# Could a bank simply eliminate a loan from its books?

Assume a bank gives a loan to Mr X. for, say 100. The bank's assets (account "loans") increases by 100, and its liability (account "deposits") also go up by 100 (which is the extra 100 added to the current account of that who asked for the loan).

Say Mr. X does not want to pay the loan+interest. The bank is, by law, entitled to them, so it can perfectly use the law to reclaim the money and interest back (maybe possessing some material wealth like a house or other collateral used to secure the loan in the first place). However, can a bank, in theory, simply erase the loan and deposit? Can it simply eliminate the 100 from both assets and liabilities? Would not this way the bank be exactly the same as in the beginning?

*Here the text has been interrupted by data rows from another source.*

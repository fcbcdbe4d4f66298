"""Steep log-linear curves held flat at max_dose, under cap, scale and
reduce_by scenarios: impact fraction, averted fraction and the expected
excess of the PAF/PIF path against scipy.integrate.quad.

RR = exp(c x) held flat beyond D = 30, against a minimum-risk level m:
L(x) = ln RR_m(x) = c (min(max(x, m), D) - m). With a scenario g,
L_g(x) = L(g(x)). The references, computed here from the definitions:

* impact fraction IF = E[-expm1(-L(X))];
* averted fraction AF_g = E[-expm1(L_g(X) - L(X))];
* expected excess E[expm1(L_g(X))] (g the identity for the PAF's).

Each is scipy.integrate.quad on the log-dose scale (epsrel 1e-12), split at
every kink (m, D, a cap, and their pre-images under g) and at points graded
by 1/(|c| k) on both sides of each kink k (a steep exponential has its
integrand's mass within a few such steps of a kink), up to the dose F beyond
which the integrand is constant; the flat tail beyond F is that constant
times scipy.stats' sf(F), exactly. Agreement asked: 1e-8 relative. The wider
exposures (more mass near max_dose) are marked slow; together they double
the file's ~35 s.
"""

from __future__ import annotations

import math

import numpy as np
import pytest
from reference_integrals import expect_over_log_dose, scenario_dose, scenario_preimage

from doseattr.core.attribution.fractions import excess_draws
from doseattr.core.attribution.impact import averted_fraction, impact_fraction
from doseattr.core.attribution.scenarios import Cap, ReduceBy, Scale
from doseattr.core.curves.base import Curve
from doseattr.core.curves.loglinear import LogLinear
from doseattr.core.exposure.base import Exposure
from doseattr.core.exposure.registry import FAMILIES

RTOL = 1e-8
TOP = 30.0
SLOPES = [0.4, 2.0, 4.8, -0.4, -2.0, -4.8]
SCENARIOS = {"cap-15": Cap(15.0), "cap-45": Cap(45.0), "scale-0.6": Scale(0.6),
             "reduce-3": ReduceBy(3.0), "reduce-20": ReduceBy(20.0), "cap-3": Cap(3.0)}
EXPOSURES = {"lognormal": ("lognormal", [2.8, 1.95]), "lognormal-wide": ("lognormal", [8.0, 2.5]),
             "gamma": ("gamma", [2.0, 2.0]), "gamma-wide": ("gamma", [3.0, 5.0]),
             "weibull": ("weibull", [1.4, 4.0]), "weibull-wide": ("weibull", [2.0, 15.0])}
#: The wide exposures (more mass near max_dose) only in the slow run.
EXPOSURE_KEYS = [k if not k.endswith("-wide") else pytest.param(k, marks=pytest.mark.slow)
                 for k in EXPOSURES]
STEPS = (0.25, 0.5, 1, 2, 4, 8, 16, 32, 64)


def _setup(slope, exp_key):
    fam, p = EXPOSURES[exp_key]
    curve = Curve(LogLinear(), np.array([slope]), np.eye(1), max_dose=TOP)
    return curve, Exposure(FAMILIES[fam], np.array(p))


def _reference(func, dist, slope, m, scenario, flat):
    """E[func(X)] by quad on ln x up to ``flat`` plus func(flat) sf(flat)."""
    kinks = {m, TOP}
    if scenario is not None:
        kinks |= {scenario_preimage(scenario, m), scenario_preimage(scenario, TOP)}
        if isinstance(scenario, Cap):
            kinks.add(scenario.value)
    pts = set(kinks)
    for k in kinks:
        if k > 0:
            pts |= {k * math.exp(s * j / (abs(slope) * k)) for j in STEPS for s in (-1, 1)}
    lower = m if m > 0 else float(dist.ppf(1e-30))
    pts |= {float(dist.ppf(q)) for q in (1e-6, 0.01, 0.5, 0.99)}
    body = expect_over_log_dose(func, dist, [v for v in pts if lower < v < flat],
                                t_lower=math.log(lower), t_upper=math.log(flat),
                                epsrel=1e-12, limit=1000)
    return body + func(flat) * dist.sf(flat)


def _log_rr(slope, m):
    def L(x):
        return slope * (min(max(x, m), TOP) - m)
    return L


def _flat(scenario):
    """Dose beyond which both L and L_g are constant."""
    if scenario is None or isinstance(scenario, Cap):
        return TOP
    return scenario_preimage(scenario, TOP)


@pytest.mark.parametrize("m", [0.0, 1.3, 10.0])
@pytest.mark.parametrize("exp_key", EXPOSURE_KEYS)
@pytest.mark.parametrize("slope", SLOPES)
def test_impact_fraction_steep(slope, exp_key, m):
    """IF = E[-expm1(-L(X))] against quad (scipy.integrate.quad, scipy.stats)."""
    curve, ex = _setup(slope, exp_key)
    L = _log_rr(slope, m)
    ref = _reference(lambda x: -math.expm1(-L(x)), ex.family.scipy(ex.params), slope, m,
                     None, TOP)
    assert impact_fraction(curve, ex, minimum_risk=m) == pytest.approx(ref, rel=RTOL)


@pytest.mark.parametrize("m", [0.0, 1.3, 10.0])
@pytest.mark.parametrize("scn", list(SCENARIOS))
@pytest.mark.parametrize("exp_key", EXPOSURE_KEYS)
@pytest.mark.parametrize("slope", SLOPES)
def test_averted_fraction_steep(slope, exp_key, scn, m):
    """AF_g = E[-expm1(L(g(X)) - L(X))] against quad (scipy.integrate.quad,
    scipy.stats); for a cap above max_dose L(g(x)) = L(x), so AF = 0 and
    only an absolute check applies."""
    curve, ex = _setup(slope, exp_key)
    scenario = SCENARIOS[scn]
    L = _log_rr(slope, m)
    ref = _reference(lambda x: -math.expm1(L(scenario_dose(scenario, x, m)) - L(x)),
                     ex.family.scipy(ex.params), slope, m, scenario, _flat(scenario))
    got = averted_fraction(curve, ex, scenario, minimum_risk=m)
    if scn == "cap-45":
        assert ref == 0.0 and got == pytest.approx(0.0, abs=1e-14)
    else:
        assert got == pytest.approx(ref, rel=RTOL)


@pytest.mark.parametrize("m", [0.0, 1.3, 10.0])
@pytest.mark.parametrize("scn", ["none", *SCENARIOS])
@pytest.mark.parametrize("exp_key", EXPOSURE_KEYS)
@pytest.mark.parametrize("slope", SLOPES)
def test_expected_excess_steep(slope, exp_key, scn, m):
    """E[expm1(L(g(X)))], the PAF/PIF path's excess, against quad
    (scipy.integrate.quad, scipy.stats)."""
    curve, ex = _setup(slope, exp_key)
    scenario = SCENARIOS.get(scn)
    L = _log_rr(slope, m)
    ref = _reference(lambda x: math.expm1(L(scenario_dose(scenario, x, m))), ex.family.scipy(ex.params),
                     slope, m, scenario, _flat(scenario))
    got = excess_draws(curve, curve.coef, ex.family, ex.params, 0.0, m, scenario)[0]
    assert got == pytest.approx(ref, rel=RTOL)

PS: sorry I am asking many questions. I am study economics and banking and cannot understand everything very well. It is great to have a place here to improve my knowledge

• The deposit will usually be long gone, though, won't it? Mr. X borrowed the money to use it, not save it. – 410 gone Nov 20 '17 at 15:27
• @EnergyNumbers Im confused. So, when Mr X uses the 100 to pay the money, it still owes 100 to the bank, which is recorded in the bank assets. Which is the counterpart to this asset then? – user928172 Nov 20 '17 at 16:04
• Say Mr. X spent his 100 at shop Y which banks at bank Z. When the payment clears, X's bank now has a liability to bank Z – 410 gone Nov 20 '17 at 16:53
• @EnergyNumbers If X cashes all the money, and buy something at a store, which deposites in Bank Z, how does Bank X knows about Bank Z? What is the account that the liability takes in Bank X, in your example? Is it still as deposits (but in other banks?) Sounds VERY strange. – user928172 Nov 20 '17 at 20:48

If Mr. X hasn't used the money, so it's all still in a deposit account at the same bank, then the bank may be able to cancel the loan. Whether they can or not, will depend on the exact contract attached to the loan.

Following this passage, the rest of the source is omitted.